• **Source records**:

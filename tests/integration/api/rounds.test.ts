import { beforeAll, describe, expect, it } from "vitest";
import { GET as getProgress } from "@/app/api/rounds/[roundId]/progress/route";
import { GET as getRound, PUT as saveDraft } from "@/app/api/rounds/[roundId]/route";
import { GET as listRounds, POST as startDraft } from "@/app/api/rounds/route";
import { RoundDetailSchema, RoundListSchema, RoundProgressSchema } from "@/lib/rounds/schema";
import { callRoute } from "../../support/call-route";
import { changingNothing } from "../../support/changing-nothing";
import { useDatabase } from "../../support/database";
import { itIsGuarded, itRefusesOtherSites } from "../../support/guarded-route";
import { expectFieldErrors, expectProblem } from "../../support/problem";
import { signInAs } from "../../support/session";
import { makeTwoDepartments, type TwoDepartments } from "../../support/staff";
import {
  leftExo,
  makeCase,
  makeDraft,
  makeOpenRound,
  makePerson,
  readWholeRound,
  rightEso,
  type TestPerson,
} from "../../support/world";

describe("rounds", () => {
  const db = useDatabase();
  let people: TwoDepartments;
  let lead: TestPerson;
  let examiner: TestPerson;
  let caseIds: string[];
  beforeAll(async () => {
    people = await makeTwoDepartments(db());
    ({ lead, examiner } = people.own);
    caseIds = [];
    for (const degrees of [15, 20, 30]) caseIds.push(await makeCase(db(), lead, leftExo(degrees)));
  });
  const firsts = () => caseIds.map((caseId) => ({ caseId, kind: "first" as const }));

  describe("GET /api/rounds", () => {
    itIsGuarded({ db, handler: listRounds, roles: ["lead"], people: () => people });

    it("lists the department's own rounds, newest first, with what has been done", async () => {
      const read = await makeOpenRound(db(), lead, { examiners: [examiner], items: firsts(), title: "Half read" });
      await readWholeRound(db(), examiner, read, (caseId) => (caseId === caseIds[0] ? null : leftExo(20)));
      await makeDraft(db(), lead, { examiners: [], items: [], title: "Planned" });
      await makeDraft(db(), people.other.lead, { examiners: [], items: [], title: "Foreign" });
      signInAs(lead.id);
      const { rounds } = RoundListSchema.parse((await callRoute(listRounds)).body);
      expect(rounds.map(({ title, number }) => [title, number])).toEqual([
        ["Planned", 2],
        ["Half read", 1],
      ]);
      const counts = { itemCount: 3, examinerCount: 1, readingCount: 2, submittedCount: 0 };
      expect(rounds[1]).toMatchObject({ state: "open", ...counts });
    });
  });

  describe("POST /api/rounds", () => {
    const post = (body: unknown) => {
      signInAs(lead.id);
      return callRoute(startDraft, { method: "POST", body });
    };
    const guarded = {
      db,
      handler: startDraft,
      roles: ["lead"] as const,
      people: () => people,
      call: () => ({ method: "POST", body: { title: "guarded" } }),
    };
    itIsGuarded(guarded);
    itRefusesOtherSites(guarded);

    it("starts a draft on the department's convention, with an audit entry", async () => {
      await db()("departments")
        .where({ id: lead.departmentId })
        .update({ convention: "own", own_degrees_per_mm: 11.5 });
      const { status, body, headers } = await post({ title: `  ${"t".repeat(80)} ` });
      await db()("departments")
        .where({ id: lead.departmentId })
        .update({ convention: "landmarks", own_degrees_per_mm: null });
      expect(status).toBe(201);
      const { id } = RoundDetailSchema.pick({ id: true }).parse(body);
      expect(headers.get("location")).toBe(`/api/rounds/${id}`);
      const row = await db()("rounds").where({ id }).first();
      expect(row).toMatchObject({
        title: "t".repeat(80),
        state: "draft",
        convention: "own",
        own_degrees_per_mm: "11.50",
      });
      expect(await db()("audit_events").where({ target_id: id })).toMatchObject([
        { action: "round.drafted", actor_id: lead.id },
      ]);
    });
    it("gives drafts started at once numbers that follow each other", async () => {
      const highest = await db()("rounds").where({ department_id: lead.departmentId }).max("number as number").first();
      const answers = await Promise.all([1, 2, 3, 4, 5].map((each) => post({ title: `At once ${each}` })));
      expect(answers.map(({ status }) => status)).toEqual([201, 201, 201, 201, 201]);
      const rows = await db()("rounds").whereLike("title", "At once%").orderBy("number");
      expect(rows.map(({ number }) => number - (highest?.number ?? 0))).toEqual([1, 2, 3, 4, 5]);
    });
    it.each<[string, unknown, string[]]>([
      ["no title", {}, ["#/title"]],
      ["a title of spaces", { title: "   " }, ["#/title"]],
      ["a title of 81 letters", { title: "t".repeat(81) }, ["#/title"]],
      ["a title that cannot be stored", { title: "a\u0000b" }, ["#/title"]],
      ["a field that does not exist", { title: "t", state: "open" }, ["#"]],
      ["a list", ["title"], ["#"]],
      ["null", null, ["#"]],
    ])("answers 422 to %s and starts nothing", async (_, body, pointers) => {
      expectFieldErrors(await changingNothing(db(), () => post(body)), pointers);
    });
    it("answers 400 to what is not JSON, and 413 to far too much of it", async () => {
      expectProblem(await changingNothing(db(), () => post("title")), 400, "not-json");
      signInAs(lead.id);
      const long = { method: "POST", body: { title: "t" }, headers: { "content-length": "1000001" } };
      expectProblem(await changingNothing(db(), () => callRoute(startDraft, long)), 413, "body-too-large");
    });
  });

  describe("GET /api/rounds/[roundId]", () => {
    let roundId: string;
    beforeAll(async () => {
      roundId = await makeOpenRound(db(), lead, { examiners: [examiner], items: firsts() });
      await readWholeRound(db(), examiner, roundId, () => leftExo(37));
    });
    itIsGuarded({
      db,
      handler: getRound,
      roles: ["lead"],
      people: () => people,
      call: () => ({ params: { roundId } }),
      param: "roundId",
    });
    it("gives the lead items and examiners of an open round, and no reading", async () => {
      signInAs(lead.id);
      const { body } = await callRoute(getRound, { params: { roundId } });
      expect(RoundDetailSchema.parse(body)).toMatchObject({ items: firsts(), examinerIds: [examiner.id] });
      expect(JSON.stringify(body)).not.toMatch(/\b37\b|finding|exo/);
    });
  });

  describe("PUT /api/rounds/[roundId]", () => {
    let roundId: string;
    beforeAll(async () => {
      roundId = await makeDraft(db(), lead, { examiners: [], items: [] });
    });
    const draft = (changes: Record<string, unknown> = {}) => ({
      title: "Composed",
      instructions: "",
      opensAt: "2031-03-01T09:00:00+01:00",
      closesAt: "2031-03-08T09:00:00Z",
      items: [...firsts(), { caseId: caseIds[0], kind: "repeat" }, { caseId: caseIds[0], kind: "mirrored" }],
      examinerIds: [examiner.id, people.own.trainee.id],
      ...changes,
    });
    const put = (body: unknown, id = roundId) => {
      signInAs(lead.id);
      return callRoute(saveDraft, { params: { roundId: id }, body });
    };
    const guarded = {
      db,
      handler: saveDraft,
      roles: ["lead"] as const,
      people: () => people,
      call: () => ({ method: "PUT", params: { roundId }, body: draft() }),
      param: "roundId",
    };
    itIsGuarded(guarded);
    itRefusesOtherSites(guarded);

    it("stores the draft whole, items in their order, and again in place of the last", async () => {
      const detail = RoundDetailSchema.parse((await put(draft())).body);
      expect(detail).toMatchObject({ state: "draft", opensAt: "2031-03-01T08:00:00.000Z", items: draft().items });
      expect(detail.examinerIds.toSorted()).toEqual(draft().examinerIds.toSorted());
      const roles = await db()("assignments").where({ round_id: roundId }).orderBy("assigned_as");
      expect(roles.map(({ assigned_as }) => assigned_as)).toEqual(["examiner", "trainee"]);

      const fewer = { items: firsts().toReversed().slice(1), examinerIds: [], opensAt: null, closesAt: null };
      expect((await put(draft(fewer))).body).toMatchObject({ ...fewer, title: "Composed" });
    });
    it("keeps one of two drafts saved at once whole, never a mixture", async () => {
      const drafts = [
        draft({ title: "One", items: firsts().slice(0, 1), examinerIds: [examiner.id] }),
        draft({ title: "Two", items: firsts().slice(1), examinerIds: [people.own.trainee.id] }),
      ];
      const answers = await Promise.all(drafts.map((each) => put(each)));
      expect(answers.map(({ status }) => status)).toEqual([200, 200]);
      const { title, items, examinerIds } = RoundDetailSchema.parse(
        (await callRoute(getRound, { params: { roundId } })).body,
      );
      const kept = drafts.find((each) => each.title === title);
      expect({ items, examinerIds }).toEqual({ items: kept?.items, examinerIds: kept?.examinerIds });
    });

    it.each<[string, () => Record<string, unknown>, string[]]>([
      ["a closing before the opening", () => ({ closesAt: "2031-02-01T09:00:00Z" }), ["#/closesAt"]],
      ["a closing at the opening", () => ({ closesAt: "2031-03-01T08:00:00Z" }), ["#/closesAt"]],
      ["a day without a time", () => ({ opensAt: "2031-03-01" }), ["#/opensAt"]],
      ["a day that does not exist", () => ({ opensAt: "2031-02-30T09:00:00Z" }), ["#/opensAt"]],
      ["a case chosen twice", () => ({ items: [...firsts(), ...firsts()] }), ["#/items"]],
      ["a repeat without its case", () => ({ items: [{ caseId: caseIds[0], kind: "repeat" }] }), ["#/items"]],
      ["another kind of item", () => ({ items: [{ caseId: caseIds[0], kind: "twin" }] }), ["#/items/0/kind"]],
      ["a case that does not exist", () => ({ items: [{ caseId: crypto.randomUUID(), kind: "first" }] }), ["#/items"]],
      ["301 items", () => ({ items: Array(301).fill(firsts()[0]) }), ["#/items"]],
      ["an examiner chosen twice", () => ({ examinerIds: [examiner.id, examiner.id] }), ["#/examinerIds"]],
      ["a lead as examiner", () => ({ examinerIds: [lead.id] }), ["#/examinerIds"]],
      ["a reviewer as examiner", () => ({ examinerIds: [people.own.reviewer.id] }), ["#/examinerIds"]],
      ["another department's examiner", () => ({ examinerIds: [people.other.examiner.id] }), ["#/examinerIds"]],
      ["an examiner who is no id", () => ({ examinerIds: ["everybody"] }), ["#/examinerIds/0"]],
      ["instructions that cannot be stored", () => ({ instructions: "a\u0000b" }), ["#/instructions"]],
      ["instructions of 2,001 letters", () => ({ instructions: "i".repeat(2001) }), ["#/instructions"]],
      ["no title", () => ({ title: "" }), ["#/title"]],
      ["a field that does not exist", () => ({ state: "open" }), ["#"]],
    ])("answers 422 to %s and keeps the draft as it was", async (_, changes, pointers) => {
      expectFieldErrors(await changingNothing(db(), () => put(draft(changes()))), pointers);
    });
    it("answers 422 to another department's case, a retired one, and people who can no longer read", async () => {
      const foreign = await makeCase(db(), people.other.lead, leftExo(15));
      const retired = await makeCase(db(), lead, leftExo(15));
      await db()("cases").where({ id: retired }).update({ retired_at: new Date() });
      for (const caseId of [foreign, retired]) {
        const items = [{ caseId, kind: "first" }];
        expectFieldErrors(await changingNothing(db(), () => put(draft({ items }))), ["#/items"]);
      }
      const disabled = await makePerson(db(), lead.departmentId, ["examiner"]);
      await db()("people").where({ id: disabled.id }).update({ disabled_at: new Date() });
      const both = await makePerson(db(), lead.departmentId, ["lead", "examiner"]); // knows the references
      for (const { id } of [disabled, both]) {
        expectFieldErrors(await changingNothing(db(), () => put(draft({ examinerIds: [id] }))), ["#/examinerIds"]);
      }
    });
    it("answers 409 once the round is published", async () => {
      const published = await makeOpenRound(db(), lead, { examiners: [examiner], items: firsts() });
      expectProblem(await changingNothing(db(), () => put(draft(), published)), 409, "round-state");
    });
  });

  describe("GET /api/rounds/[roundId]/progress", () => {
    let roundId: string;
    beforeAll(async () => {
      const examiners = [examiner, people.own.trainee];
      roundId = await makeOpenRound(db(), lead, { examiners, items: firsts() });
      await readWholeRound(db(), examiner, roundId, (caseId) => (caseId === caseIds[2] ? null : rightEso(37)));
    });
    itIsGuarded({
      db,
      handler: getProgress,
      roles: ["lead"],
      people: () => people,
      call: () => ({ params: { roundId } }),
      param: "roundId",
    });
    it("says who has read how many, and nothing of what was read", async () => {
      signInAs(lead.id);
      const { body } = await callRoute(getProgress, { params: { roundId } });
      const { examiners, ...round } = RoundProgressSchema.parse(body);
      expect(round).toEqual({ state: "open", itemCount: 3, hasResults: false });
      const counts = Object.fromEntries(examiners.map(({ personId, readCount }) => [personId, readCount]));
      expect(counts).toEqual({ [examiner.id]: 2, [people.own.trainee.id]: 0 });
      expect(JSON.stringify(body)).not.toMatch(/\b37\b|finding|eso/);
    });
  });
});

• **Work order**: Whenever a line of the data includes the word "without", show that line in full.

• **Response**:
      ["a day without a time", () => ({ opensAt: "2031-03-01" }), ["#/opensAt"]],
      ["a repeat without its case", () => ({ items: [{ caseId: caseIds[0], kind: "repeat" }] }), ["#/items"]],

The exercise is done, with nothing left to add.